━━ The data ━━

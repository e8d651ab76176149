"""The likelihood-ratio limits of fringe.fit.medium_limits on chi^2 surfaces with closed forms.

For chi2(p) = chi2_min + (p - p0)^T C^-1 (p - p0), the region chi2 - chi2_min <= T is an
ellipsoid, and (derived, Cauchy-Schwarz) max n.p = n.p0 + sqrt(T n^T C n); for C = sigma^2 I,
max |P (p + a)| = |P (p0 + a)| + sigma sqrt(T) for P the identity or a pair of orthonormal rows.
The optimiser stops within ftol 1e-10 and the region's 1e-3 slack on T, i.e. at most
sqrt(1.001) - 1 = 5e-4 of the radius: tolerances 1e-3 x radius.
"""

import numpy as np
import pytest

from fringe.fit.medium_limits import DCHI2_95, Region, region_max, speed_limits


def quadratic_region(p0, cov, threshold=DCHI2_95, chi2_min=100.0, starts=()):
    inv = np.linalg.inv(cov)

    def chi2(p):
        d = np.asarray(p) - p0
        return chi2_min + d @ inv @ d

    return Region(chi2, np.asarray(p0, float), chi2_min, threshold, np.linalg.cholesky(cov),
                  tuple(starts))


def test_delta_chi2_is_z95_squared():
    # scipy.stats.norm.ppf(0.95) = 1.6448536269514722 -> 2.7055434540954146 (rtol 1e-12)
    assert DCHI2_95 == pytest.approx(2.7055434540954146, rel=1e-12)


def test_linear_objective_on_an_ellipsoid():
    rng = np.random.default_rng(3)
    a = rng.normal(size=(3, 3))
    cov = a @ a.T + 0.1 * np.eye(3)
    p0, n = np.array([1.0, -2.0, 0.5]), np.array([0.3, -0.8, 0.52])
    value, where = region_max(quadratic_region(p0, cov), lambda p: float(n @ p))
    radius = np.sqrt(DCHI2_95 * n @ cov @ n)
    assert value == pytest.approx(n @ p0 + radius, abs=1e-3 * radius)     # derived (above)


def test_full_and_horizontal_speed_over_times():
    sigma = 0.2
    p0 = np.array([10.0, -20.0, 5.0])
    region = quadratic_region(p0, sigma ** 2 * np.eye(3))
    a = np.array([[-3.0, 18.0, -6.0], [1.0, 1.0, 1.0], [-10.5, 19.0, -5.0]])
    best, upper = speed_limits(region, lambda p: p, a)
    speeds = np.linalg.norm(p0 + a, axis=1)
    radius = sigma * np.sqrt(DCHI2_95)
    assert best == pytest.approx(speeds.max(), rel=1e-12)
    assert upper == pytest.approx((speeds + radius).max(), abs=1e-3 * radius)   # derived
    # horizontal: two orthonormal rows per time (a rotation about z by a time-dependent angle)
    ang = np.array([0.3, 1.2, 2.5])
    rows = np.stack([np.stack([np.cos(ang), np.sin(ang), 0 * ang], -1),
                     np.stack([-np.sin(ang), np.cos(ang), 0 * ang], -1)], axis=1)
    h = np.linalg.norm(np.einsum("nij,nj->ni", rows, p0 + a), axis=1)
    hbest, hupper = speed_limits(region, lambda p: p, a, rows)
    assert hbest == pytest.approx(h.max(), rel=1e-12)
    assert hupper == pytest.approx((h + radius).max(), abs=1e-3 * radius)          # derived


def test_a_second_basin_is_searched():
    # two minima: chi2 = chi2_min + min(|p - p0|^2, |p - p1|^2)/sigma^2; the larger speed lies
    # around p1, reached only from the start p1 (derived: |p1| + sigma sqrt(T))
    sigma, p0, p1 = 0.1, np.array([1.0, 0.0, 0.0]), np.array([-3.0, 0.0, 0.0])

    def chi2(p):
        return 50.0 + min(np.sum((p - p0) ** 2), np.sum((p - p1) ** 2)) / sigma ** 2

    region = Region(chi2, p0, 50.0, DCHI2_95, sigma * np.eye(3), (p1,))
    value, _ = region_max(region, lambda p: float(np.linalg.norm(p)))
    radius = sigma * np.sqrt(DCHI2_95)
    assert value == pytest.approx(3.0 + radius, abs=1e-3 * radius)
    alone, _ = region_max(Region(chi2, p0, 50.0, DCHI2_95, sigma * np.eye(3)),
                          lambda p: float(np.linalg.norm(p)))
    assert alone == pytest.approx(1.0 + radius, abs=1e-3 * radius)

━━━

** What you are asked to do **
All lines of the listing that contain the word "lambda" should be copied out.

** Expected answer **
    value, where = region_max(quadratic_region(p0, cov), lambda p: float(n @ p))
    best, upper = speed_limits(region, lambda p: p, a)
    hbest, hupper = speed_limits(region, lambda p: p, a, rows)
    value, _ = region_max(region, lambda p: float(np.linalg.norm(p)))
                          lambda p: float(np.linalg.norm(p)))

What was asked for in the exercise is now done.